Differential D47144

nscd step2
AcceptedPublic
Actions

Authored by david_crossfamilyweb.com on Wed, Oct 16, 2:06 AM.

Details

Reviewers

markj

Summary

Fixes for 2 nscd interaction issues:

if we cannot open the connection to the cache server, that is UNAVAILABLE, not NOT_FOUND
when doing a "mp" read (multipart) the nscd server returns -1 on end of stream (and only then). we then pull that in to our local error code where it overlaps with existing -1 error status and we lose the ability to disambiguate a -1 from the remote end indicating end of stream and an error in our code. Fix here is to invert errors from the remote side and use that to determine end of stream. Also fix the return code. if res==0 then it is success, unless we cannot unmarshal, then return that code as is. if res==1 then it is end of stream (and NOFOUND), otherwise it is a system failure (and UNAVAIL).
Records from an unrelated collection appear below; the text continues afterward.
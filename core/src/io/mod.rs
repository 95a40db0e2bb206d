//! File input and output: model files (TOML), recordings, PSD files, atomic writes.
//! The only module of `core` that touches the file system (besides `Psd::read_csv`).

pub mod atomic;
pub mod model_file;
pub mod series;
pub mod text;

pub use model_file::{ModelFile, spec_to_toml};
pub use text::read_text_capped;
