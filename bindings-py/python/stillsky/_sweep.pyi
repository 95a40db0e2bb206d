import os
from collections.abc import Iterable, Sequence
from typing import Any

COLUMNS: tuple[str, ...]

class SweepTable(list[dict[str, Any]]):
    """A sweep's rows (dicts with the keys of COLUMNS) in sweep order: spectra, then wind
    cases, then isolators with the baseline ``none`` first."""

    columns: tuple[str, ...]
    def errors(self) -> list[dict[str, Any]]: ...
    def to_pandas(self) -> Any:
        """A pandas DataFrame of the rows (ImportError without pandas)."""
    def to_csv(self, path: str | os.PathLike[str] | None = None) -> str:
        """The command-line sweep's CSV text, byte for byte; written to path when given."""

def sweep(
    model: str | os.PathLike[str],
    specs: str | os.PathLike[str] | Sequence[dict[str, Any]],
    spectra: str | os.PathLike[str] | Iterable[str | os.PathLike[str]],
    wind: str | Iterable[str] | None = None,
    *,
    f_min_hz: float | None = None,
    f_max_hz: float | None = None,
    n_freq: int | None = None,
    pad_prefix: str | None = None,
    ground_scale: Sequence[float] | None = None,
    fs_hz: float | None = None,
    threads: int | None = None,
    temperature_c: float | None = None,
) -> SweepTable:
    """Sweep isolator specs over ground spectra and wind cases; the command-line sweep's rows.

    Args:
        model: model file path or TOML text.
        specs: catalogue path, catalogue TOML text, or a list of isolator dicts (the
            catalogue's fields: name, model, compression_n_per_m, ...).
        spectra: recording / PSD file paths, URLs (fetched with fsspec), ``nlnm``/``nhnm``.
        wind: ``calm`` or ``SPEED[:HEIGHT[:SPECTRUM[:INTENSITY]]]`` cases (default calm).
        threads: threads of the core's pool (default all cores); rows do not depend on it.
        temperature_c: the night's temperature (°C) for pads with a temperature table
            (default 20: the catalogue as written).

    Computed in Rust with the GIL released. Bad input raises InvalidInputError; a recording
    that cannot be read gives error rows (one per spec and wind case) naming file and line.
    """

# Helpers shared with stillsky.distributed (text-only sweep inputs and one task's rows).
def model_text(model: Any) -> tuple[str, str]: ...
def catalogue_text(specs: Any) -> tuple[str, str]: ...
def spectra_list(spectra: Any) -> list[str]: ...
def wind_list(wind: Any) -> list[str]: ...
def run_part(
    model: str,
    model_name: str,
    cat: str,
    cat_name: str,
    spectra: Sequence[str],
    labels: Sequence[str],
    wind: Sequence[str],
    options: dict[str, Any],
) -> list[dict[str, Any]]: ...
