"""stillsky: will the star stay inside one pixel?

Python interface to the stillsky core (Rust). SI units throughout, frequencies in Hz, harmonic
convention e^{+iωt}, one-sided PSDs per Hz. See docs/python.md for shapes, dtypes, copies,
threading and exceptions.
"""

from ._native import (
    ConvergenceError,
    InvalidInputError,
    Model,
    Modes,
    NotPositiveDefiniteError,
    Psd,
    SingularSystemError,
    StillskyError,
    StillskyIOError,
    UnsupportedModelError,
    __version__,
    coherence,
    criterion_curve,
    csd,
    identify_ringdown,
    read_series,
    reference_ground,
    welch,
    wind_spectrum,
)

__all__ = [
    "Model",
    "Modes",
    "Psd",
    "welch",
    "csd",
    "coherence",
    "reference_ground",
    "criterion_curve",
    "wind_spectrum",
    "read_series",
    "identify_ringdown",
    "StillskyError",
    "InvalidInputError",
    "UnsupportedModelError",
    "SingularSystemError",
    "NotPositiveDefiniteError",
    "ConvergenceError",
    "StillskyIOError",
    "__version__",
]

# The isolator sweep (stillsky.distributed, on Dask, is imported on its own: it needs dask).
from ._sweep import SweepTable, sweep  # noqa: E402

__all__ += ["sweep", "SweepTable"]
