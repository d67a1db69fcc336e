import { beforeAll, describe, expect, it } from 'vitest';
import type { AtomLibrary, MetaAtom } from '../../shared/optics/atoms';
import { realizeDevice } from '../../shared/optics/atoms';
import { demoAtomLibrary } from '../../shared/optics/demo-library';
import { DesignUnitsError } from '../../shared/optics/design-units';
import { initFft } from '../../shared/optics/fft';
import { retrievePhase } from '../../shared/optics/gerchberg-saxton';
import { runDesign, retrieveSequentially, type ChannelRetriever, type DesignResources } from '../../shared/optics/pipeline';
import { circularState } from '../../shared/optics/polarization';
import { simulateDevice } from '../../shared/optics/simulate';
import type { GrayImage } from '../../shared/optics/target';
import { designSchema, type DesignInput } from '../../shared/schemas/design';
import { screenSamples } from '../support/screen-samples';

beforeAll(async () => {
  await initFft();
});

const LAMBDA_NM = 633;
const PERIOD_NM = 450;
const TWO_PI = 2 * Math.PI;

function atom(id: string, alphaX: number, alphaY: number, t = 1): MetaAtom {
  return { id, shape: 'rect', width: 100e-9, length: 200e-9, height: 600e-9, period: PERIOD_NM * 1e-9, tx: t, alphaX, ty: t, alphaY };
}

function library(atoms: MetaAtom[], name: string): AtomLibrary {
  return { name, lambda: LAMBDA_NM * 1e-9, period: PERIOD_NM * 1e-9, height: 600e-9, material: 'test', approximate: false, atoms };
}

/** Lossless half-wave atoms (retardance π) on 64 propagation phases: exact for the circular basis up to π/64. */
const halfWaveLibrary = library(
  Array.from({ length: 64 }, (_, j) => atom(`h${j}`, (TWO_PI * j) / 64, (TWO_PI * j) / 64 - Math.PI)),
  'ideal half-wave atoms',
);

/** Lossless atoms on a 32 × 32 grid of (αx, αy): the linear basis realized to within π/32 per axis. */
const gridLibrary = library(
  Array.from({ length: 32 * 32 }, (_, j) => atom(`g${j}`, (TWO_PI * (j % 32)) / 32, (TWO_PI * Math.floor(j / 32)) / 32)),
  'ideal phase grid',
);
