/**
 * A far-field preview read back: the box inside the window outline of `outline` colour, and per pixel the
 * intensity relative to the picture's full scale — previews.ts paints gamma 0.5, so I/Imax = (level/255)².
 */
async function readFarField(path: string, outline: number[]) {
  const { width, height, data } = (await Jimp.read(path)).bitmap;
  let x0 = width;
  let y0 = height;
  let x1 = -1;
  let y1 = -1;
  const intensity = new Float64Array(width * height);
  for (let i = 0; i < width * height; i++) {
    const rgb = [data[4 * i], data[4 * i + 1], data[4 * i + 2]];
    if (rgb.every((v, k) => v === outline[k])) {
      const x = i % width;
      const y = Math.floor(i / width);
      x0 = Math.min(x0, x);
      x1 = Math.max(x1, x);
      y0 = Math.min(y0, y);
      y1 = Math.max(y1, y);
      continue;
    }
    const level = LEVELS.get(rgb.join(','));
    intensity[i] = level === undefined ? NaN : (level / 255) ** 2;
  }
  const inside = (x: number, y: number) => x > x0 && x < x1 && y > y0 && y < y1;
  let windowSum = 0;
  for (let y = 0; y < height; y++) for (let x = 0; x < width; x++) if (inside(x, y)) windowSum += intensity[y * width + x];
  return { box: { x0, y0, x1, y1 }, windowSum };
}


describe('phasewright run (command line, end to end)', () => {
  it('exits 0, prints the summary on stdout and progress on stderr', () => {
    expect(run.status, run.stderr).toBe(0);
    expect(run.stdout).toMatch(/Phasewright run of "CLI check": 128×128 cells/);
    expect(run.stdout).toMatch(/layout\.gds/);
    expect(run.stderr).toMatch(/phase retrieval/);
    expect(run.stderr).toMatch(/APPROXIMATE/);
  });

  it('writes .npy arrays that numpy reads with the documented dtype, shape and ranges', () => {
    const names = ['phase_a', 'phase_b', 'delta_x', 'delta_y', 'theta', 'atom_index', 'farfield_a', 'farfield_b'];
    const s = numpySummary(names.map((n) => join(parallelOut, `${n}.npy`)));
    for (const name of ['phase_a', 'phase_b', 'delta_x', 'delta_y', 'theta']) {
      expect(s[`${name}.npy`].dtype).toBe('<f8');
      expect(s[`${name}.npy`].shape).toEqual([N, N]);
      expect(s[`${name}.npy`].min).toBeGreaterThan(-Math.PI - 1e-12);
      expect(s[`${name}.npy`].max).toBeLessThanOrEqual(Math.PI + 1e-12);
    }
    // Canonical decomposition of jones.ts: θ ∈ (−π/4, π/4].
    expect(s['theta.npy'].min).toBeGreaterThan(-Math.PI / 4 - 1e-12);
    expect(s['theta.npy'].max).toBeLessThanOrEqual(Math.PI / 4 + 1e-12);
    const atoms = readFileSync(join(parallelOut, 'atoms.csv'), 'utf8')
      .split('\n')
      .filter((l) => l && !l.startsWith('#'))
      .slice(1);
    expect(s['atom_index.npy'].dtype).toBe('<i4');
    expect(s['atom_index.npy'].min).toBeGreaterThanOrEqual(0);
    expect(s['atom_index.npy'].max).toBeLessThan(atoms.length);
    for (const name of ['farfield_a', 'farfield_b']) {
      const f = s[`${name}.npy`];
      expect(f.dtype).toBe('<f4');
      expect(f.shape).toEqual([N, N]);
      expect(f.min).toBeGreaterThanOrEqual(0);
      // Unitary far field: at most the incident power N² comes out; the demo atoms transmit most of it.
      expect(f.sum).toBeLessThanOrEqual(N * N * (1 + 1e-5));
      expect(f.sum).toBeGreaterThan(0.8 * N * N);
    }
    // Channel B: tilt −6 px in y plus the numpy ramp +5 px in x, zero order at (N/2, N/2) (fftshifted).
    expect(s['farfield_b.npy'].argmax).toEqual([N / 2 - 6, N / 2 + 5]);
  });

  it('writes metrics with units and the input Jones vectors as [re, im] pairs, and the design with defaults filled in', () => {
    const metrics = JSON.parse(readFileSync(join(parallelOut, 'metrics.json'), 'utf8'));
    expect(metrics.inputs.a).toEqual([
      [1, 0],
      [0, 0],
    ]);
    expect(metrics.inputs.b[1][0]).toBeCloseTo(1, 15);
    expect(metrics.metrics.channels.a.efficiency.unit).toBe('fraction');
    expect(metrics.metrics.channels.a.crosstalk.unit).toBe('dB');
    expect(metrics.convergence.a.fourierError).toHaveLength(12);
    const written = JSON.parse(readFileSync(join(parallelOut, 'design.json'), 'utf8'));
    expect(written.channels.a.terms[0].algorithm).toBe('weighted-gs');
    expect(written.atomLibrary).toEqual({ source: 'demo' });
  });

  it('streams a GDSII layout that the independent gdsii parser reads: one SREF per non-empty cell', () => {
    const lines = readFileSync(join(parallelOut, 'atoms.csv'), 'utf8')
      .split('\n')
      .filter((l) => l && !l.startsWith('#'));
    const shapeColumn = lines[0].split(',').indexOf('shape');
    const shapes = lines.slice(1).map((l) => l.split(',')[shapeColumn]);
    const index = new Int32Array(readFileSync(join(parallelOut, 'atom_index.npy')).buffer.slice(128));
    let filled = 0;
    for (const j of index) if (shapes[j] !== 'empty') filled++;
    let srefs = 0;
    let inTop = false;
    for (const record of parseGDS(new Uint8Array(readFileSync(join(parallelOut, 'layout.gds'))))) {
      if (record.tag === RecordType.STRNAME) inTop = record.data === 'METASURFACE';
      if (record.tag === RecordType.SREF && inTop) srefs++;
    }
    expect(index.length).toBe(N * N);
    expect(srefs).toBe(filled);
  });

  it('writes PNG previews of the design size, far fields split into the output states', () => {
    for (const name of ['farfield_a', 'farfield_b', 'farfield_extra', 'phase_a', 'phase_b', 'atom_index', 'rotation']) expectPng(join(parallelOut, `${name}.png`), N);
    for (const input of ['a', 'b', 'extra']) {
      for (const component of ['out-a', 'out-b']) expectPng(join(parallelOut, `farfield_${input}_${component}.png`), N);
      // Linear x/y basis: the output states are x and y themselves, so no separate x and y pictures.
      for (const component of ['x', 'y']) expect(existsSync(join(parallelOut, `farfield_${input}_${component}.png`))).toBe(false);
    }
  });

  it('gives the same phases with --sequential as with the two worker threads (seeded retrieval)', () => {
    const again = cli(['run', 'design.json', '--out', sequentialOut, '--sequential']);
    expect(again.status, again.stderr).toBe(0);
    for (const name of ['phase_a.npy', 'phase_b.npy', 'atom_index.npy']) {
      expect(readFileSync(join(sequentialOut, name)).equals(readFileSync(join(parallelOut, name)))).toBe(true);
    }
  }, 120_000);

  it('rejects a bad design with exit code 2 and a message naming the field, without a stack trace', () => {
    const bad = { ...design, setup: { wavelengthNm: LAMBDA_NM, periodNm: PERIOD_NM, cells: 100 } };
    writeFileSync(join(dir, 'bad.json'), JSON.stringify(bad));
    const result = cli(['run', 'bad.json', '--out', 'bad-out']);
    expect(result.status).toBe(2);
    expect(result.stderr).toMatch(/setup\.cells: cells must be one of 64, 128, 256, 512, 1024, 2048, 4096/);
    expect(result.stderr).not.toMatch(/\n\s+at /);
    expect(existsSync(join(dir, 'bad-out'))).toBe(false);

    writeFileSync(join(dir, 'broken.json'), '{ "name": ');
    const broken = cli(['run', 'broken.json', '--out', 'bad-out']);
    expect(broken.status).toBe(2);
    expect(broken.stderr).toMatch(/not valid JSON/);

    const wrongMap = { ...design, channels: { ...design.channels, b: { terms: [{ kind: 'custom', phaseMap: { source: 'file', path: 'missing.npy' } }] } } };
    writeFileSync(join(dir, 'missing.json'), JSON.stringify(wrongMap));
    const missing = cli(['run', 'missing.json', '--out', 'bad-out']);
    expect(missing.status).toBe(2);
    expect(missing.stderr).toMatch(/channels\.b\.terms\.0\.phaseMap: cannot read/);
  });

  it('prints usage with --help and exits 2 on an unknown command', () => {
    const help = cli(['--help']);
    expect(help.status).toBe(0);
    expect(help.stdout).toMatch(/phasewright run DESIGN\.json --out DIR/);
    const unknown = cli(['paint']);
    expect(unknown.status).toBe(2);
    expect(unknown.stderr).toMatch(/unknown command 'paint'/);
  });

  it('--tiles writes the tile pyramids the server stores for its run pages; --tiles=SIDE is checked', () => {
    // A 512² design: above one 256-px tile, so each picture has two levels (512 and 256 px).
    const tiled = { ...design, setup: { ...design.setup, cells: 512 }, channels: { a: design.channels.a, b: { terms: [{ kind: 'tilt', thetaXDeg: 3 }] } } };
    writeFileSync(join(dir, 'tiled.json'), JSON.stringify(tiled));
    const result = cli(['run', 'tiled.json', '--out', 'out-tiled', '--tiles', '--sequential']);
    expect(result.status, result.stderr).toBe(0);
    for (const picture of ['farfield_a', 'farfield_b', 'farfield_extra', 'phase_a', 'phase_b', 'atom_index', 'rotation']) {
      const bytes = readFileSync(join(dir, 'out-tiled', `${picture}.tiles`));
      // README "Tile pyramids": PNG tiles, the JSON index, its length (uint32 LE) and "PWTILES1".
      expect(bytes.subarray(bytes.length - 8).toString('latin1')).toBe('PWTILES1');
      const indexBytes = bytes.readUInt32LE(bytes.length - 12);
      const index = JSON.parse(bytes.subarray(bytes.length - 12 - indexBytes, bytes.length - 12).toString('utf8'));
      expect(index).toMatchObject({ format: 'phasewright-tiles/1', width: 512, height: 512, tileSize: 256 });
      expect(index.tiles.map((level: unknown[]) => level.length)).toEqual([4, 1]);
      expect(result.stdout).toContain(`${picture}.tiles`);
    }
    const bad = cli(['run', 'tiled.json', '--out', 'out-tiled-bad', '--tiles=100']);
    expect(bad.status).toBe(2);
    expect(bad.stderr).toMatch(/--tiles=SIDE needs a whole number of pixels from 256 to 65536, not '100'/);
  }, 120_000);
});
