/** What a channel's figures refer to. */
export interface ToleranceChannel {
  id: ChannelId;
  label: string;
  /** 'window': far-field image hologram; 'wavefront': everything else. */
  kind: 'window' | 'wavefront';
  window: PixelWindow | null;
  /** Designed channel phase φ (radians, N×N): the reference of the wavefront efficiency. */
  phase: Float64Array;
}

/** The realized device and everything a point needs. */
export interface ToleranceSetup {
  grid: CellGrid;
  illumination: Illumination;
  amplitude: Float64Array | null;
  power: number;
  inputs: Record<ChannelId, JonesVector>;
  analyser: [JonesVector, JonesVector];
  atomIndex: Int32Array;
  /** Placement rotation per cell (θ, or θ + π/2 where the axes were swapped): the mapping's θ. */
  theta: Float64Array;
  library: AtomLibrary;
  channels: Record<ChannelId, ToleranceChannel>;
  zeroRadius: number;
}

/** Figures of one channel at one point (null where undefined, e.g. no light in the wanted state). */
export interface ToleranceFigures {
  efficiency: number | null;
  crosstalkDb: number | null;
  zeroOrder: number | null;
}

export interface TolerancePoint {
  /** Size bias added to every pillar's width and length, nm. */
  widthBiasNm: number;
  /** Wavelength detuning, nm. */
  detuneNm: number;
  channels: Record<ChannelId, ToleranceFigures> | null;
  /** Largest distance between a biased size and the library atom whose transmission stood in for it, nm. */
  mismatchNm: number | null;
  /** Why this point could not be computed (e.g. wavelength outside a Sellmeier fit's range). */
  error: string | null;
}

export interface ToleranceResults {
  /** Cells per side simulated (the run's N, or the central crop of a reduced study). */
  cells: number;
  /** The run's N when the study simulated a central crop only (figures then differ from the run's); else null. */
  reducedFrom: number | null;
  method: AtomResponseModel['method'];
  methodNote: string;
  detuningAvailable: boolean;
  detuningNote: string;
  designWavelengthNm: number;
  channels: Record<ChannelId, { label: string; kind: ToleranceChannel['kind']; efficiencyMeaning: string; crosstalkMeaning: string }>;
  zeroOrderMeaning: string;
  widthBias: TolerancePoint[];
  detuning: TolerancePoint[];
  /** Mean wall time per computed point, ms. */
  msPerPoint: number;
}

const NM = 1e-9;

/** Wraps a phase to [0, 2π), as the demo library stores its phases. Example: wrapPositive(-π/2) → 3π/2. */
function wrapPositive(a: number): number {
  return a - 2 * Math.PI * Math.floor(a / (2 * Math.PI));
}

/**
 * The effective-index model of the APPROXIMATE demo library (demo-library.ts): Si₃N₄ pillars of the library's
 * height on fused silica in air. A pillar whose biased width or length is ≤ 0 vanishes (bare cell); empty
 * cells stay bare (their transmission follows the substrate's index at λ). At Δ = 0 and λ = library.lambda
 * the library's own atoms are returned unchanged.
 * Example: effectiveIndexResponse(demoAtomLibrary()).atomsAt(0, 633e-9, used).atoms === library.atoms.
 */
export function effectiveIndexResponse(library: AtomLibrary): AtomResponseModel {
  return {
    method: 'effective-index',
    description:
      'APPROXIMATE demo library: every biased pillar recomputed with the effective-index model at width + Δ and length + Δ (Knox & Toulios 1970; Marcatili 1969), as the library itself was made',
    detuningAvailable: true,
    detuningNote: 'atoms recomputed at λ + δ with the same model and Sellmeier dispersion of Si₃N₄ (Luke et al. 2015) and fused silica (Malitson 1965)',
    atomsAt(biasM, lambdaM, used) {
      if (biasM === 0 && lambdaM === library.lambda) return { atoms: library.atoms, mismatchM: 0 };
      const nPillar = siliconNitrideIndex(lambdaM);
      const nSubstrate = fusedSilicaIndex(lambdaM);
      const tBare = Math.sqrt((4 * nSubstrate) / ((nSubstrate + 1) * (nSubstrate + 1)));
      const atoms = library.atoms.map((atom, j) => {
        if (!used[j]) return atom;
        const width = atom.width + biasM;
        const length = atom.length + biasM;
        if (atom.shape === 'empty' || width <= 0 || length <= 0) return { ...atom, tx: tBare, ty: tBare, alphaX: 0, alphaY: 0 };
        const t = pillarTransmission({ width, length, height: atom.height, lambda: lambdaM, nPillar, nSubstrate, nAmbient: 1 });
        return { ...atom, tx: t.tx, ty: t.ty, alphaX: wrapPositive(t.alphaX), alphaY: wrapPositive(t.alphaY) };
      });
      return { atoms, mismatchM: 0 };
    },
  };
}

/**
 * For a library of measured or simulated atoms: each used atom's transmission is replaced by that of the
 * atom of the same shape and height nearest (Euclidean) to (width + Δ, length + Δ); ties go to the lower
 * row. Empty cells are unchanged. Detuning is not available (the library holds one wavelength).
 * Example: with atoms of width 100 and 110 nm, a 100 nm pillar at Δ = +8 nm takes the 110 nm atom's t and α.
 */
export function nearestAtomResponse(library: AtomLibrary): AtomResponseModel {
  const atoms = library.atoms;
  return {
    method: 'nearest-atom',
    description: `library atoms: each biased pillar takes the transmission of the atom of the same kind nearest in (width + Δ, length + Δ); resolution is the library's own size step`,
    detuningAvailable: false,
    detuningNote: `detuning is not available: the library "${library.name}" holds transmissions at one wavelength (${(library.lambda / NM).toFixed(1)} nm) only`,
    atomsAt(biasM, lambdaM, used) {
      if (lambdaM !== library.lambda) throw new RangeError('this library holds one wavelength only; detuning is not available');
      if (biasM === 0) return { atoms, mismatchM: 0 };
      let mismatch = 0;
      const out = atoms.map((atom, j) => {
        if (!used[j] || atom.shape === 'empty') return atom;
        const w = atom.width + biasM;
        const l = atom.length + biasM;
        let best = -1;
        let bestD = Infinity;
        for (let m = 0; m < atoms.length; m++) {
          const other = atoms[m];
          if (other.shape !== atom.shape || Math.abs(other.height - atom.height) > 1e-12) continue;
          const d = Math.hypot(other.width - w, other.length - l);
          if (d < bestD) {
            bestD = d;
            best = m;
          }
        }
        mismatch = Math.max(mismatch, bestD);
        const near = atoms[best];
        return { ...atom, tx: near.tx, ty: near.ty, alphaX: near.alphaX, alphaY: near.alphaY };
      });
      return { atoms: out, mismatchM: mismatch };
    },
  };
}

/** The layout arrays a finished run stores (atom_index, delta_x, delta_y, theta, phase_a, phase_b). */
export interface StoredRunArrays {
  atomIndex: Int32Array;
  decomposition: JonesDecomposition;
  phases: Record<ChannelId, Float64Array>;
}

/**
 * Rebuilds the realized device of a run from its design, its channel plans (pipeline.ts `planChannel`, for the
 * target windows) and its stored arrays. The placement rotation (θ + π/2 where the atom's axes were swapped)
 * is not stored, so the mapping is repeated exactly as the run did it (`mapAtoms`, axis swap allowed); a
 * RangeError says so when it no longer gives the stored atom per cell (the library changed since the run).
 */
export function toleranceSetupOf(design: Design, plans: Record<ChannelId, ChannelPlan>, arrays: StoredRunArrays, library: AtomLibrary, signal?: CancelSignal): ToleranceSetup {
  const grid = cellGridOf(design);
  const count = grid.n * grid.n;
  for (const [name, length] of [
    ['atom_index', arrays.atomIndex.length],
    ['delta_x', arrays.decomposition.deltaX.length],
    ['delta_y', arrays.decomposition.deltaY.length],
    ['theta', arrays.decomposition.theta.length],
    ['phase_a', arrays.phases.a.length],
    ['phase_b', arrays.phases.b.length],
  ] as const) {
    if (length !== count) throw new RangeError(`${name} holds ${length} values, the design has ${grid.n}×${grid.n} cells`);
  }
  const mapped = mapAtoms(arrays.decomposition, library, { allowAxisSwap: true, complexError: false, signal });
  for (let i = 0; i < count; i++) {
    if (mapped.atomIndex[i] !== arrays.atomIndex[i]) {
      throw new RangeError(`the atom library no longer gives the run's layout (cell ${i}: atom ${mapped.atomIndex[i]} now, ${arrays.atomIndex[i]} in the run); run the revision again`);
    }
  }
  const illumination = illuminationOf(design);
  const amplitude = illumination.kind === 'flat' ? null : illuminationAmplitude(grid, illumination);
  const pair = polarizationPairOf(design);
  const inputs = { a: normalizeJones(pair.a), b: normalizeJones(pair.b) };
  const channels = {} as Record<ChannelId, ToleranceChannel>;
  for (const c of CHANNEL_IDS) {
    const hologram = plans[c].hologram;
    const fourier = hologram?.geometry === 'fourier';
    channels[c] = { id: c, label: plans[c].label, kind: fourier ? 'window' : 'wavefront', window: fourier ? hologram!.target.window : null, phase: arrays.phases[c] };
  }
  return {
    grid,
    illumination,
    amplitude,
    power: amplitude ? incidentPower(amplitude) : count,
    inputs,
    analyser: [conjugateJones(inputs.a), conjugateJones(inputs.b)],
    atomIndex: arrays.atomIndex,
    theta: mapped.theta,
    library,
    channels,
    zeroRadius: zeroOrderRadius(grid, illumination),
  };
}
Note this is the _mp_ cache reader only

Diff Detail

Repository

rG FreeBSD src repository

Lint

Lint Skipped

Unit

Tests Skipped

Event Timeline

david_crossfamilyweb.com created this revision.Wed, Oct 16, 2:06 AM

Herald added a subscriber: imp. · View Herald TranscriptWed, Oct 16, 2:06 AM

david_crossfamilyweb.com requested review of this revision.Wed, Oct 16, 2:06 AM

markj added inline comments.Thu, Oct 17, 2:08 PM

lib/libc/net/nscachedcli.c
541	But doesn't this break the realloc loop which calls __cached_mp_read() and expects -2 to mean, "please give me a larger buffer"? I would suggest keeping nscd's error codes, and making -3 the default error code for this function.

david_crossfamilyweb.com added inline comments.Thu, Oct 17, 5:48 PM

lib/libc/net/nscachedcli.c
541	It doesn't. nscd never returns a -2; -2 is used privately within both nscd and libc for the reallocation routines, but when it comes to the protocol nscd always returns the entire data to the socket (ok, this isn't true, there is a bug in nscd where it cannot return elements over 4k, I am working to fix that now, but it is independent of this); or -1 indicating 'end of stream' The -2 for the sizing is later in this function (at line 549-553), but that is internal to this. I debated doing this in nscd but now you are mixing state machines across 2 different applications,and -2 is an internal state. It seems cleaner to have the protocol state be its own state machine, separate from the state machines in libc and nscd and have the shims manage the translation.. For example mixing these you'd then have to 'know' that you cannot send -2 because it will mess up the other side in really weird ways, and/or the receiving side would need to also guard against protecting its internal state machine

markj accepted this revision.Thu, Oct 17, 6:17 PM

markj added inline comments.

lib/libc/net/nscachedcli.c
541	My comment was based on a reading of nscd's on_mp_read_session_read_request_process(), which I believe is where the error code is generated. It first calls cache_mp_read(), which returns -1 if current_item == NULL, which I believe is the "end of stream case", and -2 if the data size is too small for the current item. That error code is written to the connection in on_mp_read_session_read_response_write1(), so I believe it may be returned here. Oh, hmm now, I see, on_mp_read_session_read_request_process() will always allocate enough data for the second call to cache_mp_read(). So -2 can indeed appear "on the wire", but only due to an internal error. I would suggest adding an assert for this case.

This revision is now accepted and ready to land.Thu, Oct 17, 6:17 PM

We shouldn't need it. The only consumer of this function is __ns_mp_cache_read in nscache.clli.
Line 296 we loop until res != -2 (which is an internal state). so when we leave that loop we know we're in some kind of terminal protocol state.

If that is '0' we're success, finalize the result and send it.

If we're NOT 0 then we're some kind of 'other' state. in which case we unconditionally close the stream, kill the read state, and then return NOT_FOUND on the specific end of stream indicator an UNAVAILABLE in all other cases.

I prefer this handling over an assert since it indicates protocol failue that is recoverable vs. SIGABORT the process on NSCD screwing up.

(This is one reason I like keeping protocol and processing states separate, it leads to natural outcomes like this, it wasn't a situation I anticipated, and now that you mention the error in nscd, I definitely want to fix that)

One thing I might want to do is make sure that the returned error code cannot be positive; since IF nscd were to return a positive 2, then it tricks the system into thinking it is the allocation error.